Illinois HFS website address: http://www.hfs.illinois.gov/

Illinois HFS Handbook updates are available: http://www.hfs.illinois.gov/handbooks

Illinois HFS Laws and Rule Regulations: http://www.hfs.illinois.gov/lawsrules/index.html

Signature:

Printed name of person signing above

Check this box if you want a provider handbook mailed

Date

HFS 2243 (R-7-09)

Page 2 of 2

Dos and Don'ts

When filling out the Illinois HFS 2243 form, it is important to follow specific guidelines to ensure the application is processed smoothly. Here are four things to do and not to do:

  • Do complete all fields on the form. Leaving any section blank may result in the application being returned.
  • Do use clear and legible typing or printing. This helps avoid any misunderstandings during processing.
  • Do indicate "NONE" for any fields that do not apply to your situation. This shows that you have considered each section.
  • Do review the form for accuracy before submission. Double-checking can prevent errors that may delay processing.
  • Don't use highlighters on the form. Highlighter ink can interfere with scanning and processing.
  • Don't forget to sign and date the application. An unsigned form may be deemed incomplete.
  • Don't omit your National Provider Identification (NPI) number. This is a crucial piece of information for your enrollment.
  • Don't assume that incomplete information will be filled in later. Ensure that every required field is filled out correctly.

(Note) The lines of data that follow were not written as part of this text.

package org.lodestep.rig;

import static org.junit.jupiter.api.Assertions.assertEquals;
import static org.junit.jupiter.api.Assertions.assertThrows;
import static org.junit.jupiter.api.Assertions.assertTrue;

import java.io.InputStream;
import java.net.InetAddress;
import java.net.ServerSocket;
import java.net.Socket;

import org.junit.jupiter.api.AfterEach;
import org.junit.jupiter.api.BeforeEach;
import org.junit.jupiter.api.Test;

/** One session at a time on TCP (firmware-protocol.md, section 3). */
class RigServerTest {
    private ServerSocket server;
    private String address;

    @BeforeEach
    void start() throws Exception {
        server = new ServerSocket(0, 8, InetAddress.getLoopbackAddress());
        address = "tcp:127.0.0.1:" + server.getLocalPort();
        Thread t = new Thread(() -> {
            try {
                RigServer.serve(server, "bench-4", Scenarios.get("bench-4"), false, false, line -> { });
            } catch (Exception ignored) {
                // closed by the test
            }
        }, "rig server");
        t.setDaemon(true);
        t.start();
    }

    @AfterEach
    void stop() throws Exception {
        server.close();
    }

    @Test
    void aSecondHostIsToldBusyAtOnceNotLeftToTimeOut() throws Exception {
        try (RigClient first = RigClient.open(address)) {
            RigRefusedException e = assertThrows(RigRefusedException.class, () -> RigClient.open(address));
            assertEquals(RigError.BUSY, e.error());
            assertTrue(e.getMessage().contains("another host"), e.getMessage());
            // the first session is untouched
            assertEquals(1.5, first.resistance(1, 2).resistanceOhm(), 0.01);
        }
    }

    /** Reads until the far end closes; a bounded wait, not a timing check. */
    private static boolean closedByServer(Socket s) throws Exception {
        s.setSoTimeout(20_000);
        InputStream in = s.getInputStream();
        while (true) {
            if (in.read() < 0) {
                return true;
            }
        }
    }

    @Test
    void aSilentClientLosesTheRigAndTheNextHostGetsIt() throws Exception {
        try (Socket silent = new Socket(InetAddress.getLoopbackAddress(), server.getLocalPort())) {
            assertTrue(closedByServer(silent));
        }
        try (RigClient next = RigClient.open(address)) {
            assertEquals(4, next.info().leads());
        }
    }

    @Test
    void aClientThatSendsHalfAFrameLosesTheRig() throws Exception {
        try (Socket half = new Socket(InetAddress.getLoopbackAddress(), server.getLocalPort())) {
            // the first bytes of a HELLO frame whose length promises 7 bytes, then nothing
            half.getOutputStream().write(new byte[] {(byte) 0xA5, 0x3C, 0x43, 0x01, 0x07, 0x00, 'H', 'E'});
            assertTrue(closedByServer(half));
        }
        try (RigClient next = RigClient.open(address)) {
            assertEquals(4, next.info().leads());
        }
    }

    @Test
    void theKitPassesAgainstTheServedRigIncludingTheTwoHostCheck() throws Exception {
        RigConformance.Report r = RigConformance.run(address, new RigConformance.Settings(false), s -> { });
        assertTrue(r.passed(), r.checks().toString());
        assertTrue(r.checks().stream().anyMatch(c -> c.name().contains("second host")
                && c.verdict() == RigConformance.Verdict.PASS), r.checks().toString());
    }
}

Illinois Hfs 2243: Usage Instruction

Completing the Illinois HFS 2243 form requires careful attention to detail. Each section must be filled out accurately to ensure the application is processed without delays. Follow the steps below to successfully complete the form.

  1. Obtain the Form: Download or print the Illinois HFS 2243 form from the official website.
  2. Type or Print Legibly: Ensure all information is typed or printed clearly. Do not use highlighters.
  3. Section A: Provider Information:
    • Indicate whether this is a new enrollment, re-enrollment, name change, or reinstatement request.
    • Enter the provider's name and type.
    • Fill in the primary office address, including city, county, state, and zip code.
    • Provide the telephone number, fax number, and email address.
    • Enter the National Provider Identification number (NPI), Social Security Number (SSN), and any relevant licenses or certifications.
    • Complete information regarding Medicare, including any additional NPI numbers in Section D.
    • Fill in the Federal Employer Identification Number (FEIN), Drug Enforcement Administration (DEA) number, control facility information, fiscal year, and Clinical Laboratory Improvement Amendments (CLIA) number.
  4. Section B: Service/Specialty:
    • Specify the category of service and primary specialty.
    • Provide the UPIN number for physicians and list any secondary specialties.
    • Complete OBRA qualifications and hospital admitting privileges if applicable.
    • For pharmacists, include the pharmacy license number and location in charge.
    • Indicate if electronic billing is used and provide the software vendor name and NCPDP number.
    • Complete transportation details if applicable, including taxi and medicare information.
    • Fill in long-term care information, including medical bed capacity and fiscal intermediary details.
  5. Section C: Former Participation:
    • Indicate if there has been a change of ownership and provide the former provider number and name.
  6. Section D: Additional NPI:
    • List any additional NPI numbers.
  7. Section E: Payee Information:
    • Fill in the name, DBA (Doing Business As), street address, city, state, and zip code for the payee.
    • Provide the telephone number, SSN/FEIN, Medicare Part B number, and billing provider NPI.
    • Complete any additional information requested for the billing provider.
  8. Section F: Certification/Signature:
    • Read the certification statement carefully.
    • Sign and date the form, and print the name of the person signing.

After completing the form, ensure all sections are filled out correctly. Double-check for any missing information before submitting it to the Illinois Department of Healthcare and Family Services. This will help prevent delays in processing your application.